14. Menkes’ kinky hair syndrome (trichopoliodystrophy)[37]

  • This X-linked recessively transmitted disorder caused by mutations in ATP7A gene is located on Xq12–q13. A copper metabolism defect results in the alteration of keratinization as well as pigmentation of hair, as copper is required in the formation of melanin as well as cystine synthesis

  • The hair is normal at birth but after the shedding of the first hair in infancy the new hair that grows are light-colored, twisted, and fragile with a “steel wire” appearance. Diagnosis after the first 3 months of life is relatively easy because of the characteristic hair changes and advanced systemic features.

Naxos syndrome[38]

  • It is an autosomal recessive disorder occurring due to a mutation in the plakoglobin gene on chromosome 17q21, causing truncation in the C terminal of protein

  • It is characterized by a triad of woolly hair, palmoplantar keratoderma, and arrhythmogenic right ventricular cardiomyopathy

  • Woolly hairs are present since birth while palmoplantar keratoderma starts in infancy as the child starts to use his/her hands and feet

  • Cardiac abnormalities were detected during the early adolescent period in the form of electrocardiogram abnormalities (low voltage ECG, T-wave inversion, and Epsilon wave).

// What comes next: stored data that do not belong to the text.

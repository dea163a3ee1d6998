// SPDX-License-Identifier: GPL-3.0-or-later
// The TOML parser, the same in every source that uses it. Version 3.3 asserts some things of its input that a broken file
// does not keep (a table header `[=`): where assertions are on that would end the program, and where they are assumed it
// would be undefined. Each is followed by a proper refusal, so here they say nothing and the refusal is reached.
#pragma once
#ifdef NDEBUG
#define BINWRIGHT_HAD_NDEBUG
#undef NDEBUG
#endif
#define TOML_ASSERT(expr) static_assert(true)
#include <toml++/toml.h>
#ifdef BINWRIGHT_HAD_NDEBUG
#undef BINWRIGHT_HAD_NDEBUG
#define NDEBUG
#endif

15. Netherton’s syndrome[39]

  • It is an autosomal recessive condition characterized by a triad of symptoms, which include congenital ichthyosis, atopic features, and hair structural abnormalities. Pathogenic mutations in SPINK5, located on 5q32, resulting in decreased expression of a large serine protease inhibitor termed LEKTI

  • The syndrome often manifests soon after birth with generalized erythroderma and scaling

  • Hair abnormalities, in contrast with skin changes, are seldom apparent before the first year of age. Hair microscopy can reveal the characteristic bamboo hairs or trichorrhexis invaginata, which underlie a progressive alopecia involving the eyebrows first and scalp areas later on

  • Newborns are at risk for numerous and often life-threatening complications such as hypernatremic dehydration and other electrolyte imbalances, impaired thermoregulation, and systemic infections

  • Cutaneous features are invariably accompanied by atopic manifestations such as allergic rhinitis, asthma, allergic reactions to food and common antigens, and elevated immunoglobulin E levels.

16. Pseudothalidomide syndrome[40]

  • It is an autosomal recessive disorder due to a mutation in ESCO2 gene

  • Characterized by hypomelia, hypotrichosis, and a port-wine stain-like facial capillary hemangioma

  • The patient will have cleft lip-cleft palate, nose and ear abnormalities, hypertelorism, and prominent eyes with corneal clouding, microcephaly, and mental retardation

  • Prenatal diagnosis is possible with chorionic villi sampling and amniocentesis.

Rapp Hodgkin syndrome[41]

  • It is a type of anhidrotic ectodermal dysplasia, described by Rapp and Hodgkin in 1968, with autosomal dominant inheritance

  • It is a distinct clinical entity or part of EEC syndrome (ectodactyly, ectodermal dysplasia, and cleft lip/ palate syndrome) from a mutation in TP63 (tumor protein p63) gene. EEC syndrome results

  • Other dermatological features include coarse and wiry hairs, small mouth, narrow nose, oligodontia or anodontia, conical teeth, anonychia, hyponychia, narrow or dystrophic nails, lacrimal duct abnormalities, ear and ear canal abnormalities, and genitourinary abnormalities.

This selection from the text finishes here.